Activity »
Note each line in the data below that holds "byBlank", and copy it.

(Input begins)

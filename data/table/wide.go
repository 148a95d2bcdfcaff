package table

import (
	"fmt"
	"regexp"
	"strconv"
	"strings"

	"phaselag/data/place"
	"phaselag/data/unit"
)

// Wide tables have one block of columns for each temperature (or frequency, or
// strain), which stands in a row above the headings, over the first column of its
// block as a merged cell does, or inside the headings: "G' (MPa) at −20 °C". They
// become long: one row for each row of a block, and a column for what the blocks
// differ in.

// key is what a block of columns belongs to.
type key struct {
	concept Concept
	unit    unit.Unit
	number  string // with a decimal point
	cell    Cell
}

var (
	keyPattern = regexp.MustCompile(`([+\-−]?\d+(?:[.,]\d+)?(?:[eE][+\-−]?\d+)?)\s*([^\s\d,;:()\[\]/]+)`)
	keyWords   = regexp.MustCompile(`(?i)(@|\bat\b|\bbei\b|\bT\s*=|\bf\s*=|^[,;:]|[,;:]$|\(\s*\)|\[\s*\])`)
	keyed      = []Concept{Temperature, Frequency, Strain}
)

// keyOf finds a quantity in a cell, and gives the text without it.
func keyOf(c Cell) (k key, rest string, ok bool) {
	for _, m := range keyPattern.FindAllStringSubmatchIndex(c.Text, 4) {
		number, symbol := c.Text[m[2]:m[3]], c.Text[m[4]:m[5]]
		for _, concept := range keyed {
			u, found := unit.Lookup(symbol, concept.Quantity())
			if !found {
				continue
			}
			rest := strings.TrimSpace(keyWords.ReplaceAllString(strings.TrimSpace(c.Text[:m[0]]+" "+c.Text[m[1]:]), ""))
			return key{concept, u, plainNumber(number), c}, rest, true
		}
	}
	return key{}, c.Text, false
}

func plainNumber(s string) string {
	return strings.NewReplacer("−", "-", ",", ".").Replace(s)
}

// wide holds the key of each column; the zero key for columns that all blocks share.
type wide []key

// keysAbove looks for keys in the last three rows with text above the headings.
func keysAbove(above [][]Cell, columns int) wide {
	seen := 0
	for i := len(above) - 1; i >= 0 && seen < 3; i-- {
		row := above[i]
		if len(row) == 0 {
			continue
		}
		seen++
		starts := map[int]key{}
		label := key{}
		for j, c := range row {
			if c.Text == "" || j >= columns {
				continue
			}
			if k, _, ok := keyOf(c); ok {
				starts[j] = k
				continue
			}
			// "T / °C" and plain numbers after it.
			if u := understand(c.Text); u.HasUnit && (u.Concept == Temperature || u.Concept == Frequency || u.Concept == Strain) {
				label = key{concept: u.Concept, unit: u.Unit}
				continue
			}
			if label.concept != "" && looksNumeric(c.Text) {
				starts[j] = key{label.concept, label.unit, plainNumber(c.Text), c}
			}
		}
		if w := spread(starts, columns); w != nil {
			return w
		}
	}
	return nil
}

// spread gives each column the key at or before it; nil unless there are two keys or
// more, of one concept.
func spread(starts map[int]key, columns int) wide {
	if len(starts) < 2 {
		return nil
	}
	w := make(wide, columns)
	var now key
	for j := range columns {
		if k, ok := starts[j]; ok {
			if now.concept != "" && k.concept != now.concept {
				return nil
			}
			now = k
		}
		w[j] = now
	}
	return w
}

// keysInside looks for keys in the headings themselves, and takes them off them.
func (t *Table) keysInside() wide {
	w := make(wide, len(t.Columns))
	bare := make([]Column, len(t.Columns))
	first := map[Concept]key{}
	repeated := false
	for j, col := range t.Columns {
		bare[j] = col
		if col.Line == 0 {
			return nil
		}
		k, rest, ok := keyOf(Cell{Text: col.Heading, Line: col.Line, Column: col.Place})
		if !ok {
			continue
		}
		u := understand(rest)
		if u.Concept == "" || u.Concept == k.concept {
			continue
		}
		u.Heading, u.Line, u.Place, u.base = col.Heading, col.Line, col.Place, rest
		w[j], bare[j] = k, u
		if f, ok := first[u.Concept]; !ok {
			first[u.Concept] = k
		} else if f.concept != k.concept {
			return nil
		} else if f.number != k.number {
			repeated = true
		}
	}
	if !repeated {
		return nil
	}
	// A column that was chosen by hand keeps what it was chosen for.
	for j := range bare {
		if w[j].concept != "" && t.Columns[j].Concept != "" && t.Columns[j].HasUnit {
			bare[j].Concept, bare[j].Unit, bare[j].HasUnit, bare[j].UnitText = t.Columns[j].Concept, t.Columns[j].Unit, true, t.Columns[j].UnitText
		}
	}
	t.Columns = bare
	return w
}

// unpivot makes a wide table long.
func (t *Table) unpivot(w wide) error {
	if w == nil {
		return nil
	}
	// Columns of the long table: the shared ones, then those of a block.
	var columns []Column
	var blocks []key
	index := map[string]int{} // of a block by its number
	target := make([]int, len(t.Columns))
	block := make([]int, len(t.Columns)) // -1: shared
	shared := 0
	for j, col := range t.Columns {
		if w[j].concept != "" {
			continue
		}
		target[j], block[j] = len(columns), -1
		columns = append(columns, col)
		shared++
	}
	for j, col := range t.Columns {
		if w[j].concept == "" {
			continue
		}
		b, ok := index[w[j].number]
		if !ok {
			b = len(blocks)
			index[w[j].number] = b
			blocks = append(blocks, w[j])
		}
		block[j] = b
		at := -1
		for i := shared; i < len(columns); i++ {
			same := columns[i].name() == col.name() || columns[i].Concept != "" && columns[i].Concept == col.Concept
			taken := false
			for q := range j {
				taken = taken || block[q] == b && target[q] == i && w[q].concept != ""
			}
			if same && !taken {
				at = i
				break
			}
		}
		if at < 0 {
			at = len(columns)
			columns = append(columns, col)
		} else if c := columns[at]; c.HasUnit && col.HasUnit && c.Unit.Symbol != col.Unit.Symbol {
			return &place.Error{Line: col.Line, Column: col.Place, What: fmt.Sprintf("%q has another unit than %q in the block before", clip(col.Heading), clip(c.Heading)), Hint: "write all blocks in the same units"}
		}
		target[j] = at
	}
	if len(blocks) < 2 {
		return nil
	}
	// What the blocks differ in; where each block measures it, it was only set.
	concept := blocks[0].concept
	for _, c := range columns {
		if c.Concept == concept {
			if concept != Temperature {
				return nil
			}
			concept = SetTemperature
		}
	}
	keyColumn := Column{Derived: true, Heading: fmt.Sprintf("%s of the block", concept), Line: blocks[0].cell.Line, Place: blocks[0].cell.Column, Concept: concept, UnitText: blocks[0].unit.Symbol, Unit: blocks[0].unit, HasUnit: true}
	var rows []Row
	for b, k := range blocks {
		text := k.number
		if t.Decimal == "," {
			text = strings.Replace(text, ".", ",", 1)
		}
		for _, r := range t.Rows {
			cells := make([]Cell, len(columns)+1)
			filled := false
			for j, c := range r.Cells {
				if block[j] == -1 || block[j] == b {
					cells[target[j]] = c
					filled = filled || block[j] == b && c.Text != ""
				}
			}
			if !filled {
				continue
			}
			cells[len(columns)] = Cell{text, k.cell.Line, k.cell.Column}
			rows = append(rows, Row{Line: r.Line, Block: r.Block*len(blocks) + b, Cells: cells})
		}
	}
	if len(rows) == 0 {
		return &place.Error{Line: t.HeaderLine, What: "headings, but no number under those of the blocks"}
	}
	t.Columns, t.Rows = append(columns, keyColumn), rows
	var names []string
	for _, k := range blocks {
		if x, err := strconv.ParseFloat(k.number, 64); err == nil && len(names) < 20 {
			names = append(names, strings.Replace(fmt.Sprintf("%g %s", x, k.unit.Symbol), "-", "−", 1))
		}
	}
	t.Assumptions = append(t.Assumptions, fmt.Sprintf("a wide table: %d blocks of columns, one for each %s (%s)", len(blocks), blocks[0].concept, strings.Join(names, ", ")))
	return nil
}
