package table

import "strings"

// form is how a cell is written as a number.
type form uint8

const (
	noNumber  form = iota
	whole          // without a decimal sign
	withPoint      // with a decimal point
	withComma      // with a decimal comma
)

// formOf tells how s is written: sign, digits with at most one decimal sign, and
// perhaps an exponent; a typographic minus will do.
func formOf(s string) form {
	i := skipSign(s, 0)
	digits, f := 0, whole
	for ; i < len(s); i++ {
		c := s[i]
		if c-'0' <= 9 {
			digits++
			continue
		}
		if (c != '.' && c != ',') || f != whole {
			break
		}
		f = withPoint
		if c == ',' {
			f = withComma
		}
	}
	if digits == 0 {
		return noNumber
	}
	if i < len(s) && (s[i] == 'e' || s[i] == 'E') {
		i = skipSign(s, i+1)
		if i == len(s) {
			return noNumber
		}
		for i < len(s) && s[i]-'0' <= 9 {
			i++
		}
	}
	if i < len(s) {
		return noNumber
	}
	return f
}

func skipSign(s string, i int) int {
	if i >= len(s) {
		return i
	}
	if s[i] == '+' || s[i] == '-' {
		return i + 1
	}
	if strings.HasPrefix(s[i:], "−") {
		return i + len("−")
	}
	return i
}

var powersOfTen = [...]float64{1e0, 1e1, 1e2, 1e3, 1e4, 1e5, 1e6, 1e7, 1e8, 1e9, 1e10, 1e11,
	1e12, 1e13, 1e14, 1e15, 1e16, 1e17, 1e18, 1e19, 1e20, 1e21, 1e22}

// quick reads the plain numbers of which most tables consist: digits m and an
// exponent k with m < 2⁵³ and |k| ≤ 22, where m·10ᵏ or m/10ᵏ is one rounded
// operation on two exact numbers, and so the right float64 (Clinger 1990). ok is
// false for everything else, which goes the slow way.
func quick[T string | []byte](s T, decimal byte) (x float64, ok bool) {
	i := 0
	negative := false
	if len(s) > 0 && (s[0] == '-' || s[0] == '+') {
		negative = s[0] == '-'
		i++
	}
	var m uint64
	digits, point := 0, -1
	for ; i < len(s); i++ {
		c := s[i]
		if c-'0' <= 9 {
			m = m*10 + uint64(c-'0')
			if digits++; digits > 18 {
				return 0, false
			}
			continue
		}
		if c != decimal || point >= 0 {
			break
		}
		point = digits
	}
	if digits == 0 || m >= 1<<53 {
		return 0, false
	}
	k := 0
	if point >= 0 {
		k = point - digits
	}
	if i < len(s) && (s[i] == 'e' || s[i] == 'E') {
		i++
		sign := 1
		if i < len(s) && (s[i] == '-' || s[i] == '+') {
			if s[i] == '-' {
				sign = -1
			}
			i++
		}
		if i == len(s) || len(s)-i > 3 {
			return 0, false
		}
		e := 0
		for ; i < len(s) && s[i]-'0' <= 9; i++ {
			e = e*10 + int(s[i]-'0')
		}
		k += sign * e
	}
	if i < len(s) || k < -22 || k > 22 {
		return 0, false
	}
	x = float64(m)
	if k >= 0 {
		x *= powersOfTen[k]
	} else {
		x /= powersOfTen[-k]
	}
	if negative {
		x = -x
	}
	return x, true
}
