package table

import (
	"fmt"

	"phaselag/data/place"
)

// body takes the rows after the headings: parts them into blocks, passes over
// repeated headings and units and over lines of text between blocks, and
// refuses what does not belong to the table.
func (t *Table) body(rows [][]Cell, s Settings) error {
	headings := t.Headings()
	block := 0
	pending := false // a break was seen since the last row of numbers
	byBlank := true  // all breaks so far are blank lines
	for i := 0; i < len(rows); i++ {
		row := rows[i]
		switch {
		case len(row) == 0:
			pending = true
			continue
		case t.HeaderLine > 0 && sameTexts(row, headings):
			pending, byBlank = true, false
			if i+1 < len(rows) && t.UnitsLine > 0 && len(rows[i+1]) > 0 && !hasNumber(rows[i+1]) {
				i++
			}
			continue
		case !hasNumber(row) && len(row) == 1 && len(headings) > 1:
			pending, byBlank = true, false // "Step 2"
			continue
		case !hasNumber(row) && t.HeaderLine > 0 && concepts(row) >= 2:
			return &place.Error{Line: row[0].Line, Column: row[0].Column,
				What: "a second table with other headings in the same file",
				Hint: "keep one table a file"}
		}
		for _, c := range row[min(len(row), len(headings)):] {
			if c.Text != "" {
				e := &place.Error{Line: c.Line, Column: c.Column,
					What: fmt.Sprintf("%q stands beyond the last of the %d headings", clip(c.Text), len(headings)),
					Hint: "quote texts that have the separator in them"}
				if t.Separator == "," {
					e.Hint += "; with decimal commas, separate the columns by semicolons"
				}
				return e
			}
		}
		if pending && len(t.Rows) > 0 {
			block++
		}
		pending = false
		t.Rows = append(t.Rows, Row{Line: row[0].Line, Block: block, Cells: row[:min(len(row), len(headings))]})
	}
	if len(t.Rows) == 0 {
		return &place.Error{Line: t.HeaderLine, What: "headings, but no row of numbers after them"}
	}
	// Blank lines between all rows part nothing.
	if byBlank && block+1 == len(t.Rows) {
		for i := range t.Rows {
			t.Rows[i].Block = 0
		}
	}
	return nil
}

func sameTexts(row []Cell, headings []string) bool {
	if len(row) != len(headings) {
		return false
	}
	for i, c := range row {
		if c.Text != headings[i] {
			return false
		}
	}
	return true
}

(Input ends)

Response »
	byBlank := true  // all breaks so far are blank lines
			pending, byBlank = true, false
			pending, byBlank = true, false // "Step 2"
	if byBlank && block+1 == len(t.Rows) {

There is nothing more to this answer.